Feld Entertainment says the move is mostly due to new legislation that is making it harder for the company to travel with the animals. Each year, the circus visits 115 cities across the United States. But many local governments have recently passed laws meant to protect elephants or remove exotic animals — including elephants — from city-owned facilities. For instance, the city of Asheville, North Carolina has prohibited exotic animals from performing in its huge multi-purpose arena. The new legislation has become too expensive to fight, says Feld Entertainment CEO Kenneth Feld.

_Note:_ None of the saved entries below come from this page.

"""What is short when no allocation meets the limits, in the words and numbers `check` uses.

Three steps, each reported through the one evaluation of verify/breaks.py:
1. The screening `check` prints (every capable provider at its highest gain): an event short
   there is short by exactly the MW `check` quotes, whatever else happens.
2. Otherwise every event can be met on its own, and a limit that couples them is the cause.
   Links first: the links the least-violating (elastic) allocation pushes to or past their
   limit are relaxed; when the case becomes feasible, each link that alone makes it feasible
   is named with a limit that does (found by bisection on that limit, each step a feasibility
   solve whose allocation is recomputed independently).
3. Otherwise the elastic allocation's broken limits, without blaming an event the screening
   rates as fine.
"""

from __future__ import annotations

from dataclasses import replace

import numpy as np
import pandas as pd

from optreserve.case.data import Case
from optreserve.errors import InfeasibleError
from optreserve.model.build import build_model
from optreserve.model.horizon import Horizon, prepare
from optreserve.model.nadir import nadir_shortfall
from optreserve.solver.backends import solve_program
from optreserve.solver.readback import period_values
from optreserve.solver.screen import most_capable, screening_limit_hz
from optreserve.verify.breaks import COLUMNS, describe, evaluate, what_breaks

# Bisection steps on a link's limit when naming it (each one feasibility solve).
LINK_BISECTION_STEPS = 6
# Links within this of their limit in the elastic allocation are candidates.
LINK_CANDIDATE_MW = 1e-2
MAX_LINES = 20
# Links tested one at a time (the most loaded first); beyond them only as a group.
MAX_ALONE = 8


def diagnose(case: Case, hz: Horizon | None = None, extend=None,
             nadir_guide=None) -> InfeasibleError:
    """The smallest explanation of why no allocation meets the limits (InfeasibleError with
    lines and a diagnosis table of verify.breaks.COLUMNS). nadir_guide: the nadir rows as the
    solve had them (model/nadir.py NadirGuide); when the solve had left them free (relaxed:
    the simulation decides the nadir), so does the diagnosis, and no nadir shortfall of the
    conservative rows is blamed."""
    hz = prepare(case) if hz is None else hz
    F = screening_limit_hz(case)
    cap = most_capable(case, hz)
    short = what_breaks(case, hz, *cap, F)
    short = short[short["family"] == "event"]
    if len(short):  # step 1: the same shortfall `check` reports
        lines = [s + " (even with every provider at its highest gain)"
                 for s in describe(short, F)]
        return _error(case, lines, short)
    elastic = _elastic(case, hz, extend, nadir_guide)
    if elastic is None:
        return InfeasibleError("no allocation can meet the limits (diagnosis failed: the "
                               "least-violating allocation could not be found)")
    gain, r_up, r_dn = elastic
    rows_free = nadir_guide is not None and getattr(nadir_guide, "relaxed", False)
    nadir = (nadir_shortfall(case, hz, r_up, r_dn)
             if case.limits.max_nadir_deviation_hz is not None and not rows_free else None)
    broken = what_breaks(case, hz, gain, r_up, r_dn, F, nadir)
    links = _limiting_links(case, hz, extend, evaluate(case, hz, gain, r_up, r_dn),
                            nadir_guide)
    if links is not None:  # step 2
        return _error(case, links[1], links[0])
    # step 3: every event can be met alone (step 1), so none is blamed on its own
    rest = broken[broken["family"] != "event"]
    lines = describe(rest, F)
    if len(broken) > len(rest):
        lines.append("every event can be met on its own (see check); together with the "
                     "limits above they cannot")
    return _error(case, lines, rest)


def _error(case: Case, lines: list[str], table: pd.DataFrame) -> InfeasibleError:
    diag = table[COLUMNS].reset_index(drop=True)
    if not case.is_horizon:
        diag = diag.drop(columns="period")
    if not lines:
        lines = ["the limits conflict in a way no single relaxation explains"]
    if len(lines) > MAX_LINES:
        more = len(lines) - MAX_LINES
        lines = [*lines[:MAX_LINES], f"... and {more} more (see diagnosis.csv)"]
    return InfeasibleError("no allocation can meet the limits", lines, diag)


def _elastic(case: Case, hz: Horizon, extend, nadir_guide=None):
    """Gains and headroom (T, N) of the least-violating allocation (penalised slacks on every
    limit family), or None when HiGHS finds none."""
    lp, info = build_model(case, elastic=True, hz=hz, nadir_scale=nadir_guide)
    if extend is not None:
        extend(lp, info)
    out = solve_program(lp, engine="highspy")
    return None if out.x is None else period_values(lp, info, out.x)


def _feasible(case: Case, hz: Horizon, extend, nadir_guide=None):
    """An allocation (gain, r_up, r_dn) meeting every row of the model for hz, or None."""
    lp, info = build_model(case, hz=hz, nadir_scale=nadir_guide)
    if extend is not None:
        extend(lp, info)
    lp.zero_costs()
    lp.objective_offset = 0.0
    # a feasibility question: the case's own time limit per solve (no answer = not shown)
    out = solve_program(lp, engine="highspy", time_limit=case.solver.time_limit_s)
    if out.x is None or out.status == "infeasible":
        return None
    return period_values(lp, info, out.x)


def _with_limits(hz: Horizon, links, limit_mw) -> Horizon:
    Fmax = hz.Fmax.copy()
    Fmax[:, links] = np.asarray(limit_mw, float)
    return replace(hz, Fmax=Fmax)


def _limiting_links(case: Case, hz: Horizon, extend, pts, nadir_guide=None):
    """Links whose limit alone makes the case infeasible, with a limit that makes it feasible:
    (rows of verify.breaks.COLUMNS with over_mw = the raise needed, one line each), or None
    when relaxing the links does not make the case feasible."""
    if not hz.F0.shape[1] or not len(hz.dP):
        return None
    loading = np.abs(pts.flow_after_mw) - hz.Fmax[hz.inst_t]
    near = loading >= -LINK_CANDIDATE_MW
    cand = np.nonzero(near.any(axis=0))[0]
    cand = cand[np.argsort(-loading.max(axis=0)[cand], kind="stable")]  # most loaded first
    if not len(cand):
        # the least-violating allocation may have traded a link for a settled slack (the
        # slacks' weights decide): then every link is a candidate
        cand = np.arange(hz.F0.shape[1])
    # a limit no flow can reach: |F0| + 2 |dP| bounds every post-event flow (shares sum to 1)
    free = float(np.abs(hz.F0).max() + 2 * hz.dP.max() + 1.0)
    freed = _feasible(case, _with_limits(hz, cand, free), extend, nadir_guide)
    if freed is None:
        return None
    # the candidates the allocation freed of their limits really loads past them, most first
    over = (np.abs(evaluate(case, hz, *freed).flow_after_mw) - hz.Fmax[hz.inst_t])[:, cand]
    if (over > 1e-6).any():
        keep = (over > 1e-6).any(axis=0)
        cand = cand[keep][np.argsort(-over.max(axis=0)[keep], kind="stable")]
    link_ids = [str(x) for x in case.links["link"]]
    labels = [str(p) for p in case.periods] if case.is_horizon else [""] * hz.T
    rows = []
    alone = [li for li in cand[:MAX_ALONE]
             if _feasible(case, _with_limits(hz, [li], free), extend, nadir_guide) is not None]
    for li in alone or list(cand):
        group = [li] if alone else list(cand)
        lim = float(hz.Fmax[:, li].max())
        need = _smallest_limit(case, hz, extend, group, li, lim, free, nadir_guide)
        worst = int(np.argmax(np.abs(pts.flow_after_mw[:, li])))
        rows.append({"family": "link", "element": link_ids[li], "event": hz.inst_name[worst],
                     "period": labels[hz.inst_t[worst]], "short_mw": 0.0, "excess_hz": 0.0,
                     "over_mw": need - lim, "text": _link_text(
                         link_ids[li], lim, need, hz.inst_name[worst]
                         + (f" in period {labels[hz.inst_t[worst]]}" if case.is_horizon
                            else ""), alone)})
    texts = [r.pop("text") for r in rows]
    return pd.DataFrame(rows, columns=COLUMNS), texts


def _smallest_limit(case, hz, extend, group, li, lim, free, nadir_guide=None) -> float:
    """The lowest limit of link li (the others in the group relaxed) found feasible by
    bisection, rounded up to 0.1 MW, read from the independent flows of the allocation."""
    lo, hi = lim, free
    best = None
    for _ in range(LINK_BISECTION_STEPS):
        mid = 0.5 * (lo + hi) if best is not None else hi
        others = [g for g in group if g != li]
        trial = _with_limits(_with_limits(hz, others, free) if others else hz, [li], mid)
        alloc = _feasible(case, trial, extend, nadir_guide)
        if alloc is None:
            lo = mid
            continue
        flows = np.abs(evaluate(case, trial, *alloc).flow_after_mw[:, li])
        best = max(float(flows.max(initial=0.0)), lim) if best is None else min(
            best, max(float(flows.max(initial=0.0)), lim))
        hi = min(mid, best)
    return float(np.ceil(((best if best is not None else free)) * 10.0) / 10.0)


def _link_text(link: str, lim: float, need: float, event: str, alone) -> str:
    who = "its" if alone else "its (with the other links named)"
    return (f"link {link}: {who} {lim:g} MW limit is the cause: every event can be met by the "
            f"providers (see check), but not without loading this link past its limit after "
            f"{event}; with the limit raised to {need:.1f} MW (+{need - lim:.1f} MW) every "
            "limit can be met")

New legislation is making it harder for the company to travel with the animals

Because of this, Feld Entertainment announced in March of 2015 that it would be phasing out its elephant act by 2018. But the company is retiring the elephants earlier than expected; it didn't take as long to build the necessary enclosures for the incoming elephants at the CEC, according to the company. It costs Feld Entertainment $65,000 to care for each elephant a year.

While at the conservation, the elephants will be used as part of cancer research. Elephants don't get cancer as frequently as humans do, even though their bodies contain many more cells that could potentially become malignant. Scientists believe that elephant DNA may hold a cancer-suppressing gene that causes damaged cells to either repair themselves or self-destruct. By studying elephant genomes further, scientists hope to develop drugs for people that replicate this effect.